■ TASK DIRECTIONS ■
Among the lines below, some may contain the string "datetime". Say how many do, and give nothing besides the number.

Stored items
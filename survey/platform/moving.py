"""Sky tracks for an observer that moves along a route (README, "Moving installs").

The route is cut into pieces in which the platform stays within
``CHUNK_RADIUS_KM`` of the piece's first position.  For each piece the fleet is
propagated once at that position (``tracks.compute_tracks``, every satellite,
SGP4) with the minimum elevation lowered by a margin that no satellite inside
the terminal's sky can leave across the piece: seen from points d apart, a
satellite at range r turns by at most d / r and the local vertical by d / R.
Each kept sample's satellite position is then rebuilt in the Earth-fixed frame
(from its azimuth, elevation and range) and its azimuth and elevation worked out
again, exactly, from the platform's own position at that time.  The result
agrees with skyfield for the moving point (tests/test_platform_route.py); using
the tracks of one fixed point instead is not exact enough once the route spans
more than a few kilometres (bench/bench_platform.py measures it).
"""

from __future__ import annotations

import math
from dataclasses import replace
from datetime import datetime, timedelta, timezone

import numpy as np

from ..constellation import MU_KM3_S2, Fleet
from ..site import Site, Terminal
from ..tracks import Observer, SkyTracks, compute_tracks
from ..window import WindowSpec
from .route import EARTH_RADIUS_M, route_at

CHUNK_RADIUS_KM = 25.0
MARGIN_EXTRA_DEG = 0.2  # ellipsoid vs sphere and float32 storage, with room to spare


def sky_terminal(site: Site) -> Terminal:
    """The terminal's sky before the platform is applied: the minimum elevation
    only (a property of the sky); the field-of-view cone turns and tilts with the
    platform and is applied in the body frame (survey/platform/body.py)."""
    return Terminal(site.terminal.min_elevation_deg)


def route_positions(site: Site, window: WindowSpec):
    """(latitude, longitude, height above the ellipsoid, heading) per sample time."""
    t0 = window.start.timestamp()
    times = t0 + np.arange(window.count) * window.step_s
    lat, lon, ele, heading = route_at(site.platform.route, times)
    height = np.where(np.isfinite(ele), ele, site.elevation_m) + site.mount.height_m
    return lat, lon, height, heading


def platform_tracks(fleet: Fleet, site: Site, window: WindowSpec, progress=None) -> SkyTracks:
    """Usable-sky samples (minimum elevation only) for the platform: at the site
    point, or, with a route, for the moving observer."""
    observer = Observer(site.latitude_deg, site.longitude_deg, site.elevation_m + site.horizon_height_m)
    terminal = sky_terminal(site)
    if site.platform.route is None:
        return compute_tracks(fleet, observer, window, terminal, progress=progress)
    lat, lon, height, _ = route_positions(site, window)
    return route_tracks(fleet, window, terminal, lat, lon, height, observer, progress)


def margin_deg(fleet: Fleet, radius_km: float) -> float:
    """How far a satellite's elevation can move between two points radius_km apart."""
    n = np.array([s.no_kozai for s in fleet.satrecs]) / 60.0
    e = np.clip(np.array([s.ecco for s in fleet.satrecs]), 0.0, 0.99)
    a = (MU_KM3_S2 / np.maximum(n, 1e-9) ** 2) ** (1.0 / 3.0)
    nearest_km = max(float(np.min(a * (1 - e))) - 6378.137, 150.0) if n.size else 150.0
    return math.degrees(radius_km / nearest_km + radius_km * 1000.0 / EARTH_RADIUS_M) + MARGIN_EXTRA_DEG


def _itrs_and_enu(lat_deg, lon_deg, height_m):
    from skyfield.toposlib import wgs84

    pos = np.asarray(wgs84.latlon(lat_deg, lon_deg, elevation_m=height_m).itrs_xyz.km, dtype=np.float64)
    la, lo = np.radians(lat_deg), np.radians(lon_deg)
    sl, cl, so, co = np.sin(la), np.cos(la), np.sin(lo), np.cos(lo)
    enu = np.stack([np.stack([-so, co, np.zeros_like(so)]), np.stack([-sl * co, -sl * so, cl]),
                    np.stack([cl * co, cl * so, sl])])  # (3 rows, 3 components, ...)
    return pos, enu


def _chunks(pos_km: np.ndarray, radius_km: float) -> list[tuple[int, int]]:
    """[start, end) sample ranges within radius_km of their first position."""
    out, i, n = [], 0, pos_km.shape[1]
    while i < n:
        d = np.linalg.norm(pos_km[:, i:] - pos_km[:, i:i + 1], axis=0)
        far = np.flatnonzero(d > radius_km)
        j = i + (int(far[0]) if far.size else n - i)
        out.append((i, j))
        i = j
    return out


def route_tracks(fleet: Fleet, window: WindowSpec, terminal: Terminal, lat, lon, height, observer: Observer,
                 progress=None, radius_km: float = CHUNK_RADIUS_KM) -> SkyTracks:
    """Tracks for the moving observer at (lat, lon, height) per sample time."""
    pos, enu = _itrs_and_enu(lat, lon, height)
    chunks = _chunks(pos, radius_km)
    low = Terminal(max(terminal.min_elevation_deg - margin_deg(fleet, radius_km), 0.0))
    parts, evaluations, failed = [], 0, 0
    for c, (i, j) in enumerate(chunks):
        sub = WindowSpec(window.start + timedelta(seconds=i * window.step_s), (j - i) * window.step_s / 3600.0,
                         window.step_s)
        ref = Observer(float(lat[i]), float(lon[i]), float(height[i]))
        tr = compute_tracks(fleet, ref, sub, low)
        evaluations += tr.propagated
        failed = max(failed, tr.failed_sats)
        k = tr.time_index.astype(np.int64) + i
        az, el, rng = (np.radians(tr.az_deg.astype(np.float64)), np.radians(tr.el_deg.astype(np.float64)),
                       tr.range_km.astype(np.float64))
        d_ref = np.stack([rng * np.cos(el) * np.sin(az), rng * np.cos(el) * np.cos(az), rng * np.sin(el)])
        sat = pos[:, i:i + 1] + enu[:, :, i].T @ d_ref  # Earth-fixed satellite positions, km
        d = sat - pos[:, k]
        e_, n_, u_ = (np.einsum("ij,ij->j", enu[r][:, k], d) for r in range(3))
        r_ = np.sqrt(e_ * e_ + n_ * n_ + u_ * u_)
        el2 = np.degrees(np.arcsin(np.clip(u_ / r_, -1.0, 1.0)))
        keep = el2 >= terminal.min_elevation_deg
        parts.append((tr.sat[keep], k[keep], np.degrees(np.arctan2(e_[keep], n_[keep])) % 360.0, el2[keep],
                      r_[keep]))
        if progress is not None:
            progress((c + 1) / len(chunks))
    sat_i, t_i, az_o, el_o, rng_o = (np.concatenate(x) for x in zip(*parts))
    return SkyTracks(sat_i.astype(np.int32), t_i.astype(np.int32), az_o.astype(np.float32), el_o.astype(np.float32),
                     rng_o.astype(np.float32), window, fleet, replace(observer), terminal, evaluations, failed)


def route_window(site: Site, start: datetime | None, hours: float | None):
    """(start, hours) for window.resolve_window: a route gives the window's default,
    its first to last time, where neither the command line nor the site's
    [window] gives one (README, "Moving installs")."""
    route = site.platform.route
    if route is None:
        return start, hours
    first = datetime.fromtimestamp(route.times_s[0], timezone.utc)
    if start is None and "start" not in site.window:
        start = first
    if hours is None and "hours" not in site.window:
        begin = start if start is not None else site.window["start"]
        left = (route.times_s[-1] - begin.timestamp()) / 3600.0
        hours = left if left > 0 else None
    return start, hours


def route_warnings(site: Site, window: WindowSpec) -> list[str]:
    """What a run says about a route: the reader's warnings, and a window that
    runs past the track's ends (the platform is taken as waiting there)."""
    route = site.platform.route
    out = list(route.warnings)
    t0 = window.start.timestamp()
    t1 = t0 + (window.count - 1) * window.step_s
    if t0 < route.times_s[0] - 1e-6 or t1 > route.times_s[-1] + 1e-6:
        out.append("the window runs outside the route's times: before its first point and after its last the "
                   "platform is taken as standing there")
    return out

■ RESULT OF THE EXERCISE ■
3